In April 2023, after Washington intervened and all of Relator Siegel's nonWashington claims were dismissed, the plaintiffs sought, and the Oklahoma Court granted, a change of venue to the Western District of Washington. Dkts. 203, 210. Siegel then asked this Court for leave to amend her complaint again, to allege with precision specific claims and underlying facts showing that NNI's nationwide unlawful marketing scheme caused claims for NovoSeven to be presented to Medicare systems for 44 states, and to allege specific claims and facts showing that NNI's scheme caused the submission of false claims to the state of Delaware. Dkt. 248 at 2. NNI opposed amendment, arguing that Siegel was attempting to re-litigate claims that had already been dismissed (without prejudice). This Court permitted the amendment, and Siegel filed her third consolidated complaint. Dkts. 269, 270.

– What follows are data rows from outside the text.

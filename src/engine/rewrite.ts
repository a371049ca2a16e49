import { createWriteStream } from "node:fs";
import path from "node:path";
import { Readable } from "node:stream";
import { pipeline } from "node:stream/promises";
import { textOf } from "./compression.ts";
import { delimiterOf, quoted, records } from "./records.ts";
import type { FileGroup } from "./source.ts";

/**
 * A group whose files the engine's reader refuses as a whole, such as a file that mixes line ends, written anew in one
 * form: every record on LF, every cell in quotes. A record that cannot be read stays one: it gets a wrong number of cells,
 * and is rejected and counted like any other.
 */
export async function rewritten(group: FileGroup, workFolder: string): Promise<FileGroup> {
  const delimiter = delimiterOf(group.format);
  const files: { index: number; path: string }[] = [];
  for (const file of group.files) {
    const to = path.join(workFolder, `rewritten-${file.index}.${group.format}`);
    await pipeline(Readable.from(lines(file.path, delimiter, group.columns.length)), createWriteStream(to));
    files.push({ index: file.index, path: to });
  }
  return { ...group, files, skip: 0 };
}

async function* lines(file: string, delimiter: string, width: number): AsyncGenerator<string> {
  let block = "";
  for await (const record of records(textOf(file), delimiter)) {
    const cells = record.cells ?? Array.from({ length: width + 1 }, () => record.text);
    block += `${cells.map(quoted).join(delimiter)}\n`;
    if (block.length > BLOCK) {
      yield block;
      block = "";
    }
  }
  yield block;
}
const BLOCK = 1 << 18;
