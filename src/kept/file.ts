import { bucketsOf, type Effect } from "../decision/index.ts";
import type { AdjustedRequest, KeptBuckets, MetricCells, Reduction, ScoreTable, Session } from "../engine/index.ts";
import type { Judged } from "../judge.ts";
import { type Measured, whileOpen } from "../measure.ts";
import { type Plan, planAfterwards } from "../plan/index.ts";
import type { StepsJson } from "../report/index.ts";
import { coarseCells, coarseScores } from "./coarse.ts";
import { parsedText, textWithWholes } from "./text.ts";

/**
 * cells.json: all that the statistics of a report are computed from, of constant size and without an id. What only the
 * log can tell is taken down as it was found: the ledger, single values of ordered lists, which change did it.
 */
export interface CellsFile {
  readonly format: 1;
  readonly experiment: string;
  readonly plan: string;
  readonly reduction: Reduction;
  readonly answers: Measured["answers"];
  /** The same of metrics that were asked afterwards. */
  readonly afterwards: KeptFigures | null;
  readonly steps: StepsJson | null;
}

type KeptFigures = Pick<Measured, "reduction" | "answers">;

/** The figures of a report as they are kept. */
export function cellsFile(
  plan: Plan,
  planText: string,
  measured: Measured,
  found: Judged,
  steps: StepsJson | null,
): CellsFile {
  const { afterwards } = measured;
  return {
    format: 1,
    experiment: plan.experiment,
    plan: planText,
    ...keptFigures(plan, measured, found.effects),
    afterwards: afterwards === null ? null : keptFigures(afterwards.plan, afterwards.measured, found.afterwards),
    steps,
  };
}

function keptFigures(plan: Plan, { reduction, answers }: Measured, effects: readonly Effect[]): KeptFigures {
  return {
    reduction: {
      ...reduction,
      metrics: plan.metrics.map((metric, m) => {
        const cells = reduction.metrics[m];
        if (cells === undefined) throw new Error(`no cells for metric ${metric.name}`);
        return coarseCells(metric, cells, () => cells.kept ?? saidByBuckets(plan, m, cells, effects));
      }),
    },
    answers: {
      ...answers,
      adjusted: answers.adjusted.map(({ request, table }) => ({ request, table: coarseScores(table) })),
    },
  };
}

export const cellsText = (file: CellsFile): string => textWithWholes(file);

/** A text as cells that were kept; null where it is none. */
export function readCells(text: string): CellsFile | null {
  try {
    const found = parsedText(text) as Partial<CellsFile> | null;
    const whole = found?.format === 1 && typeof found.plan === "string" && found.reduction && found.answers;
    return whole ? (found as CellsFile) : null;
  } catch {
    return null;
  }
}

/** Without what was drawn from buckets that are gone: a report from cells shows only what it can compute itself. */
export function withoutDraws(file: CellsFile): CellsFile {
  const undrawn = ({ reduction, answers }: KeptFigures): KeptFigures => ({
    reduction: {
      ...reduction,
      metrics: reduction.metrics.map((cells) =>
        cells.kept === undefined ? cells : { ...cells, kept: cells.kept.map((one) => ({ ...one, drawn: null })) },
      ),
    },
    answers,
  });
  return { ...file, ...undrawn(file), afterwards: file.afterwards === null ? null : undrawn(file.afterwards) };
}

/** The same figures as from the log, from what was kept of them. */
export async function measuredFrom(plan: Plan, { reduction, answers, afterwards }: CellsFile): Promise<Measured> {
  const measured = await whileOpen(plan, reduction, answering(answers));
  if (afterwards === null) return measured;
  const own = planAfterwards(plan);
  const further = await whileOpen(own, afterwards.reduction, answering(afterwards.answers));
  return { ...measured, afterwards: { plan: own, measured: further } };
}

/** What the figures are after they were kept and read again: a report from cells, made from the log. */
export function throughCells(plan: Plan, planText: string, measured: Measured, found: Judged): Promise<Measured> {
  const file = readCells(cellsText(cellsFile(plan, planText, measured, found, null)));
  if (file === null) throw new Error("cells that were just written cannot be read");
  return measuredFrom(plan, withoutDraws(file));
}

/** Metrics whose draws cannot be made again, since their buckets were not kept. */
export function withoutBuckets({ reduction, afterwards }: CellsFile): readonly string[] {
  return [...reduction.metrics, ...(afterwards?.reduction.metrics ?? [])]
    .filter(({ kept }) => kept !== undefined)
    .map(({ metric }) => metric);
}

function answering(answers: Measured["answers"]): Session {
  return {
    adjusted: async (requests) => requests.map((request) => tableOf(answers.adjusted, request)),
    atRanks: async (metric, variant, ranks) =>
      ranks.map((rank) => {
        const found = answers.ranks.find(
          (one) => one.metric === metric && one.variant === variant && one.rank === rank,
        );
        if (found === undefined) throw new Error(`rank ${rank} of metric ${metric} was not kept`);
        return found.value;
      }),
  };
}

function tableOf(kept: Measured["answers"]["adjusted"], request: AdjustedRequest): ScoreTable {
  const key = JSON.stringify(request);
  const found = kept.find((one) => JSON.stringify(one.request) === key);
  if (found === undefined) throw new Error(`adjusted values were not kept for ${key}`);
  return found.table;
}

/** What the buckets of every two arms say, before they go. */
function saidByBuckets(plan: Plan, m: number, cells: MetricCells, effects: readonly Effect[]): KeptBuckets[] {
  const metric = plan.metrics[m];
  const of = metric === undefined ? null : bucketsOf(metric, cells, plan.variants.length);
  if (metric === undefined || of === null) return [];
  const pairs = comparedPairs(plan, m);
  return pairs.flatMap(({ control, variant }) =>
    (cells.covariate === null ? [false] : [false, true]).map((isAdjusted) => ({
      control,
      variant,
      isAdjusted,
      alike: of(control, variant, isAdjusted).alike,
      drawn: drawnFor(plan, metric.name, control, variant, isAdjusted, effects),
    })),
  );
}

/** The control with each variant; on the first primary the variants with each other too, for the best two of several. */
function comparedPairs(
  { variants, metrics }: Plan,
  m: number,
): { readonly control: number; readonly variant: number }[] {
  const places = variants.map((_, v) => v);
  const control = variants.findIndex(({ isControl }) => isControl);
  const isFirst = metrics.findIndex(({ role }) => role === "primary") === m;
  const from = isFirst ? places : [control];
  return from.flatMap((a) => places.filter((v) => v !== a && v !== control).map((b) => ({ control: a, variant: b })));
}

function drawnFor(
  plan: Plan,
  metric: string,
  control: number,
  variant: number,
  isAdjusted: boolean,
  effects: readonly Effect[],
): KeptBuckets["drawn"] {
  const effect = effects.find(
    (one) =>
      one.metric === metric &&
      one.control === plan.variants[control]?.name &&
      one.variant === plan.variants[variant]?.name &&
      (one.adjusted !== null) === isAdjusted,
  );
  const critical = effect?.resampled?.critical;
  return critical === undefined ? null : { critical, found: effect?.resampled };
}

Siegel alleges NNI engaged in a sophisticated, national, and illegal scheme to increase its sales of NovoSeven. She alleges that NNI paid kickbacks to physicians and patients for prescribing and requesting NovoSeven for off-label, medically unnecessary uses, including for prophylaxis and at higher than the FDA-approved doses. She details NNI's internal marketing strategies, its efforts to have favorable articles published in medical journals, and its presentations at Continuing Medical Education (CME) seminars, all aimed at increasing off-label sales.
She asserts that these efforts were wildly successful, and that the illegal scheme resulted in millions or even billions of dollars in false claims. Siegel alleges that the scheme and its effects were national in scope, and she seeks to re-plead and rehabilitate both her national FCA claims (counts 1 and 2) and her Delaware False Claims and Reporting Act claim (count 7).
Siegel attempts to bolster the claims Judge Wyrick found lacking in three ways: First, she details her own experiences while she was an NNI employee in 2008 and 2009, including NNI's efforts to expand its NovoSeven market share by promoting off-label uses, including inducements to physicians and patients, for NovoSeven. Second, Siegel incorporates “Medicare counts,” purporting to demonstrate the total number of claims or payment for NovoSeven presented to Medicare in 44 states and the District of Columbia over time.
Siegel's third new set of allegations relate to NNI's relationship with pharmacy Accredo in Delaware. Siegel incorporates NNIs contract with Accredo, which provided Accredo discounted pricing for NovoSeven in exchange for providing patients information about “SevenSECURE” an NNI patient support program that Siegel alleges paid kickbacks and incentives to patients for using NovoSeven. Dkt. 270 at 9-10, 35-37. She alleges that Accredo submitted $62 million in claims for NovoSeven to Delaware Medicaid, and that amount was paid on behalf of “Patient C” in Delaware. She asserts that at least some of those claims were false.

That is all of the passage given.